**ABOUT THIS TASK**
Go from the first line below to the one with "Reference: the definitions" and print each line exactly.

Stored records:
────────────────────────────────────────

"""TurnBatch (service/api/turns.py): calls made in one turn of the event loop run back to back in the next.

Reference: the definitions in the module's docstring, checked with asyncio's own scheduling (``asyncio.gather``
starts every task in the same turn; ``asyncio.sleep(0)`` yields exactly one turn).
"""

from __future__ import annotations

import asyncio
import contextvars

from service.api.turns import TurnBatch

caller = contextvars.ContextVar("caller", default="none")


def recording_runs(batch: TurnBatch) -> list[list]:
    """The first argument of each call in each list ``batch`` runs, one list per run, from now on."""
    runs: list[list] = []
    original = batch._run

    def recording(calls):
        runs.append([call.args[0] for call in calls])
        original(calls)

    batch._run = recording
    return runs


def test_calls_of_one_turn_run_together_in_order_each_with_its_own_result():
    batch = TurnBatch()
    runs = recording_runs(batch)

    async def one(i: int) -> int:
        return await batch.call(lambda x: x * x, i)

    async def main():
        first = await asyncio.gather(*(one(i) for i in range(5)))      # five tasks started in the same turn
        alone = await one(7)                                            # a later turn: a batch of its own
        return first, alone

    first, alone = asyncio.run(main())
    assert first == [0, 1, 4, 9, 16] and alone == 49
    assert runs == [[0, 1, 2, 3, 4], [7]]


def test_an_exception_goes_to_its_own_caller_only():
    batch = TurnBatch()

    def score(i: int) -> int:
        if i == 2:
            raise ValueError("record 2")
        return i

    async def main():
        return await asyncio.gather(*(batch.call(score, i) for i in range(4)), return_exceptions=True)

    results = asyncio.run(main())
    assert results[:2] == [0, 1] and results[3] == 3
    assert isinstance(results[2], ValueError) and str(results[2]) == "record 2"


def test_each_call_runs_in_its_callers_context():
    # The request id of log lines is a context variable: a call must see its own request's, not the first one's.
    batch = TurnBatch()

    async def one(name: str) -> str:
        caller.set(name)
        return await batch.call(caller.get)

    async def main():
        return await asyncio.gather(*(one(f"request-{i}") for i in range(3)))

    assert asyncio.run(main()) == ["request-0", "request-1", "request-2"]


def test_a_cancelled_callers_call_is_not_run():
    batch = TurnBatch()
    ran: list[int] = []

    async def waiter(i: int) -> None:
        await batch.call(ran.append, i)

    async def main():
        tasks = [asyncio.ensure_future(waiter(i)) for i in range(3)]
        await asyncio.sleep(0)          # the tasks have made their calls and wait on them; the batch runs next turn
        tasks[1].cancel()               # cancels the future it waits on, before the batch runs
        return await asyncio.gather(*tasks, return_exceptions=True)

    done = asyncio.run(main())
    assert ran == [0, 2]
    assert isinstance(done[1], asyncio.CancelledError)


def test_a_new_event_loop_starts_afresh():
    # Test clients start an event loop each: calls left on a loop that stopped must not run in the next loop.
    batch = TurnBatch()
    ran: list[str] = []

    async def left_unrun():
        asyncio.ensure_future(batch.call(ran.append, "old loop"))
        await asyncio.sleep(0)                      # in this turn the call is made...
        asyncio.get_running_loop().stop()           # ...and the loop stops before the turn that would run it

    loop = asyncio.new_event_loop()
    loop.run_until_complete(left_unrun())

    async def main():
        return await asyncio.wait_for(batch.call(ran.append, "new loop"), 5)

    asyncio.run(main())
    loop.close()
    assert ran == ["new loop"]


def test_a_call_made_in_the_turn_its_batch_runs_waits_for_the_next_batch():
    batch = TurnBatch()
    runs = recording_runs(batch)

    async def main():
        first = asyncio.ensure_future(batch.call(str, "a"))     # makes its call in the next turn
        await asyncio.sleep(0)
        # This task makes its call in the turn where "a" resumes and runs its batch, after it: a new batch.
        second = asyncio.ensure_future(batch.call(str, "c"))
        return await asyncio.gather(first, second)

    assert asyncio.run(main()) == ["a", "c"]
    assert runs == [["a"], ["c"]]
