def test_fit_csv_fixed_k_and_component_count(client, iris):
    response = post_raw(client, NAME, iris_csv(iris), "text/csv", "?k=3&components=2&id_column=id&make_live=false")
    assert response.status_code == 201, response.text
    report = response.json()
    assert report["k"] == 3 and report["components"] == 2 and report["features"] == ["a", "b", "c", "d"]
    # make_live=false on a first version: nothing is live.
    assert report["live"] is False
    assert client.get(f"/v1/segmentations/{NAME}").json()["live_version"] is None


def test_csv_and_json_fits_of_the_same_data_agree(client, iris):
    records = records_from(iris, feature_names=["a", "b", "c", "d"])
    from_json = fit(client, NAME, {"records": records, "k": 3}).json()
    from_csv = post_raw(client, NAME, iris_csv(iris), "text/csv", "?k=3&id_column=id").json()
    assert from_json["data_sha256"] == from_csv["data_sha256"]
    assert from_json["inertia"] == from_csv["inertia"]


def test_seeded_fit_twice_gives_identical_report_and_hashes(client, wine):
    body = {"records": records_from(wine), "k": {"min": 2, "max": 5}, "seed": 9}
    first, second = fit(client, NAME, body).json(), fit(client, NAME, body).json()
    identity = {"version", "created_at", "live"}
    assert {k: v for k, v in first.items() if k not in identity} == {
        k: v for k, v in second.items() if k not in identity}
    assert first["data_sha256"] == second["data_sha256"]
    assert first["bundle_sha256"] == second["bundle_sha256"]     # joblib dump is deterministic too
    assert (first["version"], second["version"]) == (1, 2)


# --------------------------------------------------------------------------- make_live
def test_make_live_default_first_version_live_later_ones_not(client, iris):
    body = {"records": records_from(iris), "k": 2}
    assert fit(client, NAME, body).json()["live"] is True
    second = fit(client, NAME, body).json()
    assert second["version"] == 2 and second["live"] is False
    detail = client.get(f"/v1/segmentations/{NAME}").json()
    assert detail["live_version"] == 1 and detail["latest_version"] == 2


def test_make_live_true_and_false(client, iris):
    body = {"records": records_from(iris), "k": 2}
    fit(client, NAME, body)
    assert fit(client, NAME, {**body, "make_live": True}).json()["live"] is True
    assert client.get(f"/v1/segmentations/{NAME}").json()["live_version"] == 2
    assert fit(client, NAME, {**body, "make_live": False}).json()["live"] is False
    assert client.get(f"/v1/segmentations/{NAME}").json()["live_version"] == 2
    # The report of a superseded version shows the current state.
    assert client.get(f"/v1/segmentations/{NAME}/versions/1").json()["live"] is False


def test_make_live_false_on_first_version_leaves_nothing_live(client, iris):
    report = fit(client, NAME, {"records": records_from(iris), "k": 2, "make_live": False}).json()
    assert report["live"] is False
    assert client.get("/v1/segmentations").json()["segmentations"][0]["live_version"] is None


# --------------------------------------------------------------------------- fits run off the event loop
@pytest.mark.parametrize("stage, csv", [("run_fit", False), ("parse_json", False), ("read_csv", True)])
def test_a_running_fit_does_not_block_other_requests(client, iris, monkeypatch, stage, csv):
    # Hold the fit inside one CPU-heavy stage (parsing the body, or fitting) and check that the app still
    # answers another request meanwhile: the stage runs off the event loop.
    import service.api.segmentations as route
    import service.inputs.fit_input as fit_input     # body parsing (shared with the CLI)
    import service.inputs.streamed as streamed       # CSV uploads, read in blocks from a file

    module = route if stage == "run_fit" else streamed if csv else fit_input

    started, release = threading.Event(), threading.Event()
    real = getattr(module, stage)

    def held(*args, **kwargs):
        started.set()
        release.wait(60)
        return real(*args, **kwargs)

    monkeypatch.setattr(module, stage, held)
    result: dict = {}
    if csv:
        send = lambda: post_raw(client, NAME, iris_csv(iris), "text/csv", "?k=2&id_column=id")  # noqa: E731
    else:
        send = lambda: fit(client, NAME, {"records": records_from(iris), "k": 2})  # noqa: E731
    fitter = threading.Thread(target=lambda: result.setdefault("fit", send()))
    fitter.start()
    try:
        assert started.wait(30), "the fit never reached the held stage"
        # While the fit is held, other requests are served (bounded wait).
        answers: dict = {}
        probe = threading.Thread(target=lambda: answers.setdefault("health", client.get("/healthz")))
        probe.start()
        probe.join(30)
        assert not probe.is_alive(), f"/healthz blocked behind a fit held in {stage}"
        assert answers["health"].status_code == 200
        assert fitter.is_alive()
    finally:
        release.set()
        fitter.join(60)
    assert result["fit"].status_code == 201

────────────────────────────────────────

**SOLUTION**
"""TurnBatch (service/api/turns.py): calls made in one turn of the event loop run back to back in the next.

Reference: the definitions in the module's docstring, checked with asyncio's own scheduling (``asyncio.gather``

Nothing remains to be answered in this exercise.